AIM OF THE EXERCISE:
Between the line containing "ending with the" and the line containing "for the window" lies a run of lines; give that run again exactly, with both of those lines, and nothing else from the entries below.

(Collected data)
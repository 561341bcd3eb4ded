package ingest

import "github.com/prometheus/client_golang/prometheus"

// Metrics are the service's Prometheus instruments. Register them with
// Register; a nil *Metrics records nothing.
type Metrics struct {
	Messages     prometheus.Counter
	Applied      prometheus.Counter
	Rejected     *prometheus.CounterVec // by reason
	Sensors      prometheus.Gauge
	CommitTime   prometheus.Histogram
	CommitBytes  prometheus.Counter
	StreamLag    prometheus.Gauge
	BusConnected prometheus.Gauge
	SlowConsumer prometheus.Counter
	// SetAside counts sensors whose stored state failed its checks: set
	// aside at a restore (restarted fresh) or left out of a commit.
	SetAside prometheus.Counter
	// Spikes counts readings the spike detector kept out of the fits.
	Spikes prometheus.Counter
	// NotJudged holds, per reason, the sensor windows whose latest
	// evaluation was not judged (alert.Reason).
	NotJudged *prometheus.GaugeVec

	StreamBytes      prometheus.Gauge
	StreamLimitBytes prometheus.Gauge
	StreamRefetch    prometheus.Counter
	StreamLost       prometheus.Counter
	// ServerLog counts the embedded server's warnings and errors, by
	// level; ServerSlowConsumers is the embedded server's own count of
	// slow consumers it cut off.
	ServerLog           *prometheus.CounterVec
	ServerSlowConsumers prometheus.Gauge

	// tickets counts the running service's open and overdue tickets at
	// each scrape (driftfit_tickets_open, driftfit_tickets_overdue).
	tickets *ticketGauges
}

// NewMetrics returns the instruments, not yet registered.
func NewMetrics() *Metrics {
	return &Metrics{
		tickets: newTicketGauges(),
		SetAside: prometheus.NewCounter(prometheus.CounterOpts{
			Name: "driftfit_sensors_set_aside_total", Help: "Sensors whose stored state failed its checks and was set aside.",
		}),
		Messages: prometheus.NewCounter(prometheus.CounterOpts{
			Name: "driftfit_messages_total", Help: "Messages taken from the bus.",
		}),
		Applied: prometheus.NewCounter(prometheus.CounterOpts{
			Name: "driftfit_readings_applied_total", Help: "Readings applied to the fits.",
		}),
		Rejected: prometheus.NewCounterVec(prometheus.CounterOpts{
			Name: "driftfit_readings_rejected_total", Help: "Readings (or whole payloads) refused, by reason.",
		}, []string{"reason"}),
		Sensors: prometheus.NewGauge(prometheus.GaugeOpts{
			Name: "driftfit_sensors_live", Help: "Sensors held in memory.",
		}),
		CommitTime: prometheus.NewHistogram(prometheus.HistogramOpts{
			Name: "driftfit_commit_seconds", Help: "Time to write one commit to the state file, fsync included.",
			Buckets: prometheus.ExponentialBuckets(0.0005, 2, 14),
		}),
		CommitBytes: prometheus.NewCounter(prometheus.CounterOpts{
			Name: "driftfit_commit_bytes_total", Help: "Key and value bytes written to the state file.",
		}),
		StreamLag: prometheus.NewGauge(prometheus.GaugeOpts{
			Name: "driftfit_stream_lag_messages", Help: "Messages in the stream not yet delivered to driftfit (stream mode).",
		}),
		BusConnected: prometheus.NewGauge(prometheus.GaugeOpts{
			Name: "driftfit_bus_connected", Help: "1 while connected to the NATS bus, else 0.",
		}),
		SlowConsumer: prometheus.NewCounter(prometheus.CounterOpts{
			Name: "driftfit_slow_consumer_total", Help: "Slow-consumer events on the bus connection (direct mode drops messages then).",
		}),
		Spikes: prometheus.NewCounter(prometheus.CounterOpts{
			Name: "driftfit_readings_spikes_total", Help: "Readings the spike detector kept out of the fits.",
		}),
		NotJudged: prometheus.NewGaugeVec(prometheus.GaugeOpts{
			Name: "driftfit_windows_not_judged", Help: "Sensor windows whose latest evaluation was not judged, by reason.",
		}, []string{"reason"}),
		StreamBytes: prometheus.NewGauge(prometheus.GaugeOpts{
			Name: "driftfit_stream_bytes", Help: "Bytes held by the readings stream (stream mode): what is not yet committed.",
		}),
		StreamLimitBytes: prometheus.NewGauge(prometheus.GaugeOpts{
			Name: "driftfit_stream_limit_bytes", Help: "The readings stream's byte limit; producers are refused when it is reached.",
		}),
		StreamRefetch: prometheus.NewCounter(prometheus.CounterOpts{
			Name: "driftfit_stream_refetch_total", Help: "Gaps in the delivered stream sequence, each read again from the last applied message.",
		}),
		StreamLost: prometheus.NewCounter(prometheus.CounterOpts{
			Name: "driftfit_stream_lost_messages_total", Help: "Stream messages gone before they were applied (aged out or deleted).",
		}),
		ServerLog: prometheus.NewCounterVec(prometheus.CounterOpts{
			Name: "driftfit_bus_server_log_total", Help: "Warnings and errors logged by the embedded NATS server, by level (it drops messages with a warning).",
		}, []string{"level"}),
		ServerSlowConsumers: prometheus.NewGauge(prometheus.GaugeOpts{
			Name: "driftfit_bus_server_slow_consumers", Help: "Clients the embedded NATS server cut off as slow consumers since it started.",
		}),
	}
}

// Register registers every instrument with r.
func (m *Metrics) Register(r prometheus.Registerer) error {
	for _, c := range []prometheus.Collector{m.Messages, m.Applied, m.Rejected, m.Sensors, m.CommitTime, m.CommitBytes, m.StreamLag, m.BusConnected, m.SlowConsumer, m.SetAside, m.Spikes, m.NotJudged,
		m.StreamBytes, m.StreamLimitBytes, m.StreamRefetch, m.StreamLost, m.ServerLog, m.ServerSlowConsumers, m.tickets} {
		if err := r.Register(c); err != nil {
			return err
		}
	}
	return nil
}
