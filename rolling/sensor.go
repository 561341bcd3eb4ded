package rolling

import (
	"fmt"
	"math"
	"time"
)

// WindowSpec describes one sliding window: it holds the Span/Pane most
// recent panes of width Pane, aligned to the Unix epoch, ending with the
// pane of the newest reading seen. Span must be a whole multiple of Pane.
type WindowSpec struct {
	Span time.Duration
	Pane time.Duration
}

// Panes returns the count of panes the window holds.
func (ws WindowSpec) Panes() int { return int(ws.Span / ws.Pane) }

func (ws WindowSpec) validate() error {
	if ws.Pane <= 0 || ws.Span <= 0 {
		return fmt.Errorf("%w: span %v and pane %v must be positive", ErrBadSpec, ws.Span, ws.Pane)
	}
	if ws.Span%ws.Pane != 0 {
		return fmt.Errorf("%w: span %v is not a whole multiple of pane %v", ErrBadSpec, ws.Span, ws.Pane)
	}
	return nil
}

// MaxValue is the largest magnitude of a value Sensor.Add accepts.
//
// The pane sums that grow fastest are the squares of differences, Σỹ²
// with ỹ = y − y0 (the pane's first value) and Σd² over consecutive
// readings: each term is at most (2·MaxValue)² = 4e290, and a pane holds
// fewer than 2³² readings, so every pane sum stays below 1.8e300, inside
// float64's range (1.8e308) with a factor 10⁸ to spare for the window
// totals Solve forms over many panes. The log sums need no bound: ln y of
// a finite positive float64 lies within [−745, 710]. A value of 1e200,
// whose square overflows, would otherwise make a pane unrestorable.
const MaxValue = 1e145

const (
	maxValue = MaxValue
	maxDiff2 = 4 * maxValue * maxValue // largest (y − y0)² and d²
)

type window struct {
	spec  WindowSpec
	ring  int   // index into Sensor.rings
	panes int64 // Span/Pane
	late  uint64
}

// Sensor keeps the windows of one sensor and fits them on demand.
// Windows with the same pane width share one ring of panes.
//
// A Sensor is not safe for concurrent use; give each sensor one owner.
type Sensor struct {
	rings []ring
	wins  []window
	saved bool // MarkSaved was called
}

// NewSensor returns a sensor with the given windows, in that order; the
// window index used by the other methods is the position in specs.
func NewSensor(specs ...WindowSpec) (*Sensor, error) {
	if len(specs) == 0 {
		return nil, fmt.Errorf("%w: no windows", ErrBadSpec)
	}
	s := &Sensor{wins: make([]window, len(specs))}
	slots := map[time.Duration]int{}
	order := []time.Duration{}
	for i, ws := range specs {
		if err := ws.validate(); err != nil {
			return nil, err
		}
		if _, ok := slots[ws.Pane]; !ok {
			order = append(order, ws.Pane)
		}
		slots[ws.Pane] = max(slots[ws.Pane], ws.Panes())
		s.wins[i] = window{spec: ws, panes: int64(ws.Panes())}
	}
	s.rings = make([]ring, len(order))
	for j, w := range order {
		s.rings[j] = newRing(int64(w), slots[w])
		s.rings[j].minPanes = int64(slots[w])
		for i := range s.wins {
			if s.wins[i].spec.Pane == w {
				s.wins[i].ring = j
				s.rings[j].minPanes = min(s.rings[j].minPanes, s.wins[i].panes)
			}
		}
	}
	return s, nil
}

// Windows returns the count of windows.
func (s *Sensor) Windows() int { return len(s.wins) }

// Spec returns the spec of window i.
func (s *Sensor) Spec(i int) WindowSpec { return s.wins[i].spec }

// Late returns how many readings window i has turned away because their
// pane was already older than the window when they arrived.
func (s *Sensor) Late(i int) uint64 { return s.wins[i].late }

// Add folds one reading into every window of the sensor in O(1).
//
// A reading whose pane is older than a window is not part of that window
// and is counted in Late. Add returns ErrTooOld when no window took the
// reading, ErrNonFinite for a NaN or infinite value, ErrOutOfRange for a
// value beyond ±MaxValue; in each case nothing was stored.
func (s *Sensor) Add(r Reading) error {
	y := r.Value
	if math.IsNaN(y) || math.IsInf(y, 0) {
		return ErrNonFinite
	}
	if !(math.Abs(y) <= maxValue) {
		return &RangeError{Value: y}
	}
	pos := y > 0
	var ly float64
	if pos {
		ly = math.Log(y)
	}
	taken := false
	for j := range s.rings {
		rg := &s.rings[j]
		// Most readings fall in the newest pane: skip the division then.
		k := rg.newest
		if d := r.UnixNano - k*rg.width; !rg.start || d < 0 || d >= rg.width {
			k = floorDiv(r.UnixNano, rg.width)
		}
		if rg.start && k <= rg.newest-rg.minPanes {
			// Count lateness against each window before the ring may
			// slide: a window only turns a reading away when the reading
			// is older than the window as it already stands.
			for i := range s.wins {
				w := &s.wins[i]
				if w.ring == j && k <= rg.newest-w.panes {
					w.late++
				}
			}
		}
		if !rg.accepts(k) {
			continue
		}
		if err := rg.add(r.UnixNano, k, y, ly, pos); err != nil {
			return err
		}
		taken = true
	}
	if !taken {
		return ErrTooOld
	}
	return nil
}

// Newest returns the time of the newest reading held by window i, and
// false when the window is empty.
func (s *Sensor) Newest(i int) (time.Time, bool) {
	w := &s.wins[i]
	rg := &s.rings[w.ring]
	if !rg.start {
		return time.Time{}, false
	}
	p := &rg.panes[rg.newSlot]
	return time.Unix(0, p.tmax), p.n > 0
}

ANSWER TO THIS TASK:
// recent panes of width Pane, aligned to the Unix epoch, ending with the
// pane of the newest reading seen. Span must be a whole multiple of Pane.
type WindowSpec struct {
	Span time.Duration
	Pane time.Duration
}

// Panes returns the count of panes the window holds.
func (ws WindowSpec) Panes() int { return int(ws.Span / ws.Pane) }

func (ws WindowSpec) validate() error {
	if ws.Pane <= 0 || ws.Span <= 0 {
		return fmt.Errorf("%w: span %v and pane %v must be positive", ErrBadSpec, ws.Span, ws.Pane)
	}
	if ws.Span%ws.Pane != 0 {
		return fmt.Errorf("%w: span %v is not a whole multiple of pane %v", ErrBadSpec, ws.Span, ws.Pane)
	}
	return nil
}

// MaxValue is the largest magnitude of a value Sensor.Add accepts.
//
// The pane sums that grow fastest are the squares of differences, Σỹ²
// with ỹ = y − y0 (the pane's first value) and Σd² over consecutive
// readings: each term is at most (2·MaxValue)² = 4e290, and a pane holds
// fewer than 2³² readings, so every pane sum stays below 1.8e300, inside
// float64's range (1.8e308) with a factor 10⁸ to spare for the window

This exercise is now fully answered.